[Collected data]
********************
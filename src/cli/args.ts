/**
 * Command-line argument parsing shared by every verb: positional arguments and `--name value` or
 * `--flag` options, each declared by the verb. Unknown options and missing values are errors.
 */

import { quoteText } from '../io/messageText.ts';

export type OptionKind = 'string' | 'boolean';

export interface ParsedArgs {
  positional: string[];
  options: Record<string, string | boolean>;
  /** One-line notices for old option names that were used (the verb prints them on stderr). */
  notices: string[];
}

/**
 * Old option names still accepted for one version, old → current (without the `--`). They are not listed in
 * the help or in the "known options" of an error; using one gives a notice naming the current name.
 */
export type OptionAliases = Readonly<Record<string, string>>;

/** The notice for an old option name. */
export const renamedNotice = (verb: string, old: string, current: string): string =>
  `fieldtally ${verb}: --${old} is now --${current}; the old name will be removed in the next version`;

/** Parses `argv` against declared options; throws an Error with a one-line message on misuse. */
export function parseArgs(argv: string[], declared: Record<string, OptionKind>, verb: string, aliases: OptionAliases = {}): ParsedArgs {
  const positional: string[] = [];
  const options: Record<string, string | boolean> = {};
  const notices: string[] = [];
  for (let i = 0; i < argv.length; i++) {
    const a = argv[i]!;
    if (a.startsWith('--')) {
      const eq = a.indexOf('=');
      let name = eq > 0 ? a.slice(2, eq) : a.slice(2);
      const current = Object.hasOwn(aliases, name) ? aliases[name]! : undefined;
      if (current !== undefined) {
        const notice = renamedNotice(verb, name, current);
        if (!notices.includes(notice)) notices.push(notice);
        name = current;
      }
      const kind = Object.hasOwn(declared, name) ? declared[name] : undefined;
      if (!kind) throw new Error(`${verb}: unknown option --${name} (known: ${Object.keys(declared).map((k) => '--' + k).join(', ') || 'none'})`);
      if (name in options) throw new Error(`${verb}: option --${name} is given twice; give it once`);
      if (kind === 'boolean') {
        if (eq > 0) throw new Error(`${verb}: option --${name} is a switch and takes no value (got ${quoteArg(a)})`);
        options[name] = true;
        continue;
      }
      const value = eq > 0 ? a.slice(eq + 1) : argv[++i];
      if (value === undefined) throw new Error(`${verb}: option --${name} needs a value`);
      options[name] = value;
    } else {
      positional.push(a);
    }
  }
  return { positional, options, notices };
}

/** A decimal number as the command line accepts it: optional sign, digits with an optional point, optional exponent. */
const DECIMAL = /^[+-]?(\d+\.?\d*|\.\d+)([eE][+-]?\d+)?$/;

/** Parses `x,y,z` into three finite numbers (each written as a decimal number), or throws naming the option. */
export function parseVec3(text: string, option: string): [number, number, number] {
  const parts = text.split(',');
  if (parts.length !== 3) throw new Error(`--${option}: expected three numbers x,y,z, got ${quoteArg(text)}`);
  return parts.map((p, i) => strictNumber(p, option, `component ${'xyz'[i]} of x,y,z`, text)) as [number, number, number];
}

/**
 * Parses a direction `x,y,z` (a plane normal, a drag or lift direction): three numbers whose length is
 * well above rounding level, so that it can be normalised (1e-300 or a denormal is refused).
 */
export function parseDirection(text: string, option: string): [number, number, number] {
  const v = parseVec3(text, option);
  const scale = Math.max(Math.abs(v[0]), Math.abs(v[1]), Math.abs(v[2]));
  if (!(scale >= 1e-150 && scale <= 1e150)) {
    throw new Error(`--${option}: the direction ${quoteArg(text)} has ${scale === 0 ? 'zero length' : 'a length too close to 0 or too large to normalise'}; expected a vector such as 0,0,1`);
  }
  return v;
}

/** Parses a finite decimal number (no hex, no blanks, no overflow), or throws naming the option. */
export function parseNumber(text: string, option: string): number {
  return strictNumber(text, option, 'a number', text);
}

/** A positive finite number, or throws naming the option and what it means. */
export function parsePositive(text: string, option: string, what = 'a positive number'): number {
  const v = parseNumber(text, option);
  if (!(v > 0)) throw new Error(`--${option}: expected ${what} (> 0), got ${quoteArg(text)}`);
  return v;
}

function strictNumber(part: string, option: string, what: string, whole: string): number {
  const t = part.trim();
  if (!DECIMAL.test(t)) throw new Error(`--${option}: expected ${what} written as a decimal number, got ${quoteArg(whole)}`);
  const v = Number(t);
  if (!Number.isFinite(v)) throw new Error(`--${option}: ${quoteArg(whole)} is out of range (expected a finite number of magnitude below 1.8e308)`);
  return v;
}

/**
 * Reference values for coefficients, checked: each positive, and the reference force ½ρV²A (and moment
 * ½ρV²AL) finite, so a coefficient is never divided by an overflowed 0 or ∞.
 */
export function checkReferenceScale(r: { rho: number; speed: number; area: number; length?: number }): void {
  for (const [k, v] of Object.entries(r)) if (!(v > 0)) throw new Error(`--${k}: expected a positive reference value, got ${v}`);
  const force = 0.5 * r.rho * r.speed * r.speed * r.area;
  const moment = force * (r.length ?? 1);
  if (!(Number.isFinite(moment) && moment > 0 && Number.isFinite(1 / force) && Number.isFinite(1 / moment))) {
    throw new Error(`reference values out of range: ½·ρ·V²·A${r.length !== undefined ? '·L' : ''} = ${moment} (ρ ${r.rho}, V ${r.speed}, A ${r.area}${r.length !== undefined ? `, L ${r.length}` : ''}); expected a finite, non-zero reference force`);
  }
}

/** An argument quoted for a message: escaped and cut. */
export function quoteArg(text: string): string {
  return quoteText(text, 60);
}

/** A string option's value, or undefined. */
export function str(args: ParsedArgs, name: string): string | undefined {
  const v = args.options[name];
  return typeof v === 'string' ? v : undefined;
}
********************
# [What is being asked]
Above are the entries. Output exactly the lines beginning with the line that has "export interface ParsedArgs" and ending with the line that has "not listed in".

# [Response]
export interface ParsedArgs {
  positional: string[];
  options: Record<string, string | boolean>;
  /** One-line notices for old option names that were used (the verb prints them on stderr). */
  notices: string[];
}

/**
 * Old option names still accepted for one version, old → current (without the `--`). They are not listed in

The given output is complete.